- _TASK DETAILS_: Each line of the records below that holds "folder" should be returned.

- _RECORDS PROVIDED_:

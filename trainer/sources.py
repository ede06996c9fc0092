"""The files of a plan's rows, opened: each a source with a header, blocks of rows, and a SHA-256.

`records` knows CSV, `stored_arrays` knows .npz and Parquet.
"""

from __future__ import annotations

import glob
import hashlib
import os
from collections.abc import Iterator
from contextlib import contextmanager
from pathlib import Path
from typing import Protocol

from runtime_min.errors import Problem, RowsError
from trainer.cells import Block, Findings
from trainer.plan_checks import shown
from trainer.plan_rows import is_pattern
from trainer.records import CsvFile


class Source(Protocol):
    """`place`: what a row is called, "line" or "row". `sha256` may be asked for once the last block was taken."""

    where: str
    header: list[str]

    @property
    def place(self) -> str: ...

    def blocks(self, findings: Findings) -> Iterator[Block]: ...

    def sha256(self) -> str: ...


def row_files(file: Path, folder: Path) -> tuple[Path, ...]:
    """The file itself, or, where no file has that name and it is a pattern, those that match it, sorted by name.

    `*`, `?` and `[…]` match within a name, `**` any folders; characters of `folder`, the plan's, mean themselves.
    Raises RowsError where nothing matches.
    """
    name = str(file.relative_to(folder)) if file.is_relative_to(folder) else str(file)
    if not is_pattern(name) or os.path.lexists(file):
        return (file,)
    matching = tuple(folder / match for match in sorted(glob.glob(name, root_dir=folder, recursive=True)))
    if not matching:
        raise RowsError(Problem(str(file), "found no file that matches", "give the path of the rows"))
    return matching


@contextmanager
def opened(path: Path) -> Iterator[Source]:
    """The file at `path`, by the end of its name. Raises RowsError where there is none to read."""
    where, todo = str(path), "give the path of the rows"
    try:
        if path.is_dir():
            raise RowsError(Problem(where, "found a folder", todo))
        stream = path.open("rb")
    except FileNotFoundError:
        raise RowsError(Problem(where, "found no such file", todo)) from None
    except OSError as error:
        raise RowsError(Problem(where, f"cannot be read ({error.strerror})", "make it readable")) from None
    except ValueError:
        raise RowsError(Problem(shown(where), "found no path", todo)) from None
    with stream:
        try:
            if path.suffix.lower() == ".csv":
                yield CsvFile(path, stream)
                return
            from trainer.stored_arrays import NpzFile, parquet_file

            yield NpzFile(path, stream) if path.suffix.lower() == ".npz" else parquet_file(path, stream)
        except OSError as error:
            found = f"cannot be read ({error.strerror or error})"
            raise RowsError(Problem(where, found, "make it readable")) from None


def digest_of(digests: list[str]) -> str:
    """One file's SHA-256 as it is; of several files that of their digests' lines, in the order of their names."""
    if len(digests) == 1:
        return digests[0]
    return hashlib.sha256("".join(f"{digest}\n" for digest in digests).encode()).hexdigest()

- _RESPONSE TO THE EXERCISE_:
def row_files(file: Path, folder: Path) -> tuple[Path, ...]:
    `*`, `?` and `[…]` match within a name, `**` any folders; characters of `folder`, the plan's, mean themselves.
    name = str(file.relative_to(folder)) if file.is_relative_to(folder) else str(file)
    matching = tuple(folder / match for match in sorted(glob.glob(name, root_dir=folder, recursive=True)))
            raise RowsError(Problem(where, "found a folder", todo))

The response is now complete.